Provided entries —
********************
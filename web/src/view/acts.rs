//! What was done by hand in a lane, each act with a button that takes it back.

use record::message::RivalReport;
use yew::prelude::*;

use crate::state::document::{DocumentAction, Slot};
use crate::state::pointer::Shared;
use crate::state::steer::{Steer, act_words};
use crate::view::hands::use_hands;

/// Acts shown before the rest are counted.
const SHOWN: usize = 12;

#[derive(Properties, PartialEq)]
pub(crate) struct ActsProps {
    pub(crate) slot: Slot,
    pub(crate) letter: String,
    pub(crate) rival: Option<Shared<RivalReport>>,
}

/// The list; nothing where nothing was done.
#[component]
pub(crate) fn Acts(props: &ActsProps) -> Html {
    let hands = use_hands();
    let acts = &props.slot.rival.acts;
    if acts.is_empty() {
        return Html::default();
    }
    let id = props.slot.id;
    let steer = move |steer: fn(crate::state::lane::LaneId, usize) -> Steer, place: usize| {
        let hands = hands.clone();
        Callback::from(move |_: MouseEvent| {
            if let Some(hands) = &hands {
                hands.document.dispatch(DocumentAction::Steer(steer(id, place)));
            }
        })
    };
    let columns = props.rival.as_ref().map_or(&[][..], |rival| rival.column_names.as_slice());
    let hidden = acts.len().saturating_sub(SHOWN);
    html! {
        <div class="by-hand small" data-testid="acts">
            <h4>{ "By hand" }</h4>
            <ol>
                if hidden > 0 { <li class="soft">{ format!("{hidden} earlier") }</li> }
                for (place, act) in acts.iter().enumerate().skip(hidden) {
                    <li key={place}>
                        { act_words(act, columns) }{ " " }
                        <button
                            type="button" class="link soft" onclick={steer(Steer::TakeBack, place)}
                            aria-label={format!("Take back, {}", act_words(act, columns))}
                        >{ "Take back" }</button>
                    </li>
                }
            </ol>
            <button
                type="button" class="link" data-testid="forget-acts"
                onclick={steer(|id, _| Steer::Forget(id), 0)}
                aria-label={format!("Forget all acts in {}", props.letter)}
            >{ "Forget all acts" }</button>
        </div>
    }
}
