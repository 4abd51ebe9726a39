//! Help on the notation, under the text that is written: one section at a time, each with an
//! example that is read while it is changed.

use record::message::GuideSection;
use web_sys::HtmlTextAreaElement;
use yew::prelude::*;

use crate::state::lane::LaneId;
use crate::state::pointer::Shared;
use crate::state::typeset::row_at;
use crate::state::words::{Span, spans};
use crate::view::checking::{Checked, Reading, use_checking};
use crate::view::editor_box::{ScriptBox, select};
use crate::view::editor_remarks::Remarks;
use crate::view::hands::use_hands;
use crate::view::typeset::Set;

/// Examples are checked under the number of a lane that there never is.
const NO_LANE: LaneId = LaneId(u32::MAX);

#[derive(Properties, PartialEq)]
pub(crate) struct GuideProps {
    pub(crate) id: String,
}

/// The sections as a list of titles, of which one is open.
#[component]
pub(crate) fn Guide(props: &GuideProps) -> Html {
    let hands = use_hands();
    let guide = use_state_eq(Shared::<Vec<GuideSection>>::default);
    let open = use_state_eq(|| Some(0_usize));
    let heard = guide.setter();
    use_effect_with((), move |()| {
        if let Some(hands) = hands {
            hands.session.guide(Callback::from(move |guide| heard.set(guide)));
        }
    });
    let section = |(place, section): (usize, &GuideSection)| {
        let shown = *open == Some(place);
        let (open, inside) = (open.setter(), format!("{}-{place}", props.id));
        let onclick = Callback::from(move |_: MouseEvent| open.set((!shown).then_some(place)));
        html! {
            <li key={place}>
                <h4><button
                    type="button" class="link" aria-expanded={if shown { "true" } else { "false" }}
                    aria-controls={inside.clone()} {onclick}
                >{ section.title.clone() }</button></h4>
                <div id={inside.clone()} hidden={!shown}>
                    if shown { <Lesson id={inside} section={section.clone()} /> }
                </div>
            </li>
        }
    };
    html! {
        <div
            class="guide" id={props.id.clone()} role="region" aria-label="Help on the notation"
            data-testid="guide"
        >
            if guide.is_empty() { <p class="soft">{ "Fetching the help." }</p> }
            <ul>{ for guide.iter().enumerate().map(section) }</ul>
        </div>
    }
}

#[derive(Properties, PartialEq)]
struct LessonProps {
    id: String,
    section: GuideSection,
}

/// What is to be known, and the example beside its mathematics.
#[component]
fn Lesson(props: &LessonProps) -> Html {
    let text = use_state_eq(|| props.section.example.clone());
    let caret = use_state_eq(|| 0_u32);
    let area = use_node_ref();
    let Reading { checked: heard, pieces, names } = use_checking(NO_LANE, true, &text, None);
    let changed = **text != *props.section.example;
    let typed = {
        let text = text.setter();
        Callback::from(move |typed| text.set(typed))
    };
    let (back, example) = (text.setter(), props.section.example.clone());
    let back = Callback::from(move |_: MouseEvent| back.set(example.clone()));
    let place = caret.setter();
    let fresh = heard.as_ref().is_some_and(|heard| heard.text == *text);
    html! {
        <>
            <p class="lesson">{ for spans(&props.section.words).map(said) }</p>
            <div class="pair">
                <div>
                    <ScriptBox
                        id={format!("{}-text", props.id)} label={format!("Example: {}", props.section.title)}
                        text={(*text).clone()} {pieces} {names}
                        invalid={heard.as_ref().is_some_and(|heard| !heard.report.is_sound())}
                        described_by={format!("{}-remarks", props.id)} area={area.clone()}
                        typed={typed.clone()} enter={Callback::noop()}
                        caret={Callback::from(move |at| place.set(at))}
                    />
                    if changed {
                        <button type="button" onclick={back}>{ "Back to the example" }</button>
                    }
                    if let Some(heard) = &heard {
                        <div class="small"><Remarks
                            id={format!("{}-remarks", props.id)} remarks={Shared::new(heard.report.remarks.clone())}
                            {fresh} area={area.clone()} {typed}
                        /></div>
                    }
                </div>
                if let Some(heard) = &heard { { set(props, heard, *caret, &area) } }
            </div>
        </>
    }
}

fn set(props: &LessonProps, heard: &Checked, caret: u32, area: &NodeRef) -> Html {
    let area = area.clone();
    let show = Callback::from(move |place: (u32, u32)| {
        if let Some(area) = area.cast::<HtmlTextAreaElement>() {
            select(&area, place);
        }
    });
    html! {
        <Set
            label={format!("{} as mathematics", props.section.title)} report={heard.report.clone()}
            active={row_at(&heard.report.typeset.rows, &heard.text, caret)} {show}
        />
    }
}

pub(crate) fn said(span: Span<'_>) -> Html {
    match span {
        Span::Words(words) => html! { { words.to_owned() } },
        Span::Code(code) => html! { <code>{ code.to_owned() }</code> },
    }
}
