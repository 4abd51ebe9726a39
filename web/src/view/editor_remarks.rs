//! What is to be said of a formulation: message, place and mends; a click puts the caret there.

use record::message::{Remark, TextEdit};
use web_sys::HtmlTextAreaElement;
use yew::prelude::*;

use crate::state::pointer::Shared;
use crate::state::words::{advice, sentence};
use crate::view::complaints::kind;
use crate::view::editor_box::{replace, select};
use crate::view::meaning::Meaning;

/// Remarks shown at once.
const SHOWN: usize = 12;

#[derive(Properties, PartialEq)]
pub(crate) struct RemarksProps {
    pub(crate) id: String,
    pub(crate) remarks: Shared<Vec<Remark>>,
    /// Whether they are about the text as it is now: only then can it be mended by a button.
    pub(crate) fresh: bool,
    pub(crate) area: NodeRef,
    pub(crate) typed: Callback<String>,
}

/// The list.
#[component]
pub(crate) fn Remarks(props: &RemarksProps) -> Html {
    let remarks = &props.remarks;
    let errors = remarks.iter().any(|remark| remark.complaint.error);
    let more = remarks.len().saturating_sub(SHOWN) as u64;
    if remarks.is_empty() {
        return html! { <div id={props.id.clone()} /> };
    }
    html! {
        <div
            id={props.id.clone()} class={classes!("complaints", errors.then_some("errors"))}
            role="group" aria-label="Remarks on the formulation"
        >
            <ol data-testid="notation-remarks">
                for (place, remark) in remarks.iter().take(SHOWN).enumerate() {
                    <li key={place} class={classes!("remark", kind(&remark.complaint))}>
                        { one(props, remark) }
                    </li>
                }
            </ol>
            if more > 0 {
                <p class="soft">{ format!("and {}", report::number::of(more, "further remark")) }</p>
            }
        </div>
    }
}

fn one(props: &RemarksProps, remark: &Remark) -> Html {
    let complaint = &remark.complaint;
    let place =
        format!("{}, line {}, column {}", kind(complaint), complaint.line, complaint.column);
    let (area, range) = (props.area.clone(), (complaint.start, complaint.end));
    let show = Callback::from(move |_: MouseEvent| {
        if let Some(area) = area.cast::<HtmlTextAreaElement>() {
            select(&area, range);
        }
    });
    let told = !complaint.mend.is_empty();
    html! {
        <>
            <button type="button" class="link" onclick={show}>{ place }</button>
            { ": " }<p>
                { sentence(&complaint.message) }
                if told { { " " }<span class="mend">{ advice(&complaint.mend) }</span> }
            </p>
            if complaint.code.contains('.') {
                { " " }<Meaning code={complaint.code.clone()} />
            }
            if props.fresh {
                for (place, edit) in remark.mends.iter().enumerate() {
                    { " " }{ mend(props, place, edit) }
                }
            }
        </>
    }
}

fn mend(props: &RemarksProps, place: usize, edit: &TextEdit) -> Html {
    let (area, typed, made) = (props.area.clone(), props.typed.clone(), edit.clone());
    let onclick = Callback::from(move |_: MouseEvent| {
        replace(&area, (made.start, made.end), &made.text, &typed);
    });
    let name = format!("Do this: {}", edit.label);
    html! {
        <button key={place} type="button" class="link" data-testid="mend" {onclick}>{ name }</button>
    }
}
********************
All lines above that include the word "NodeRef" should be located and copied.

fn set(props: &LessonProps, heard: &Checked, caret: u32, area: &NodeRef) -> Html {
    pub(crate) area: NodeRef,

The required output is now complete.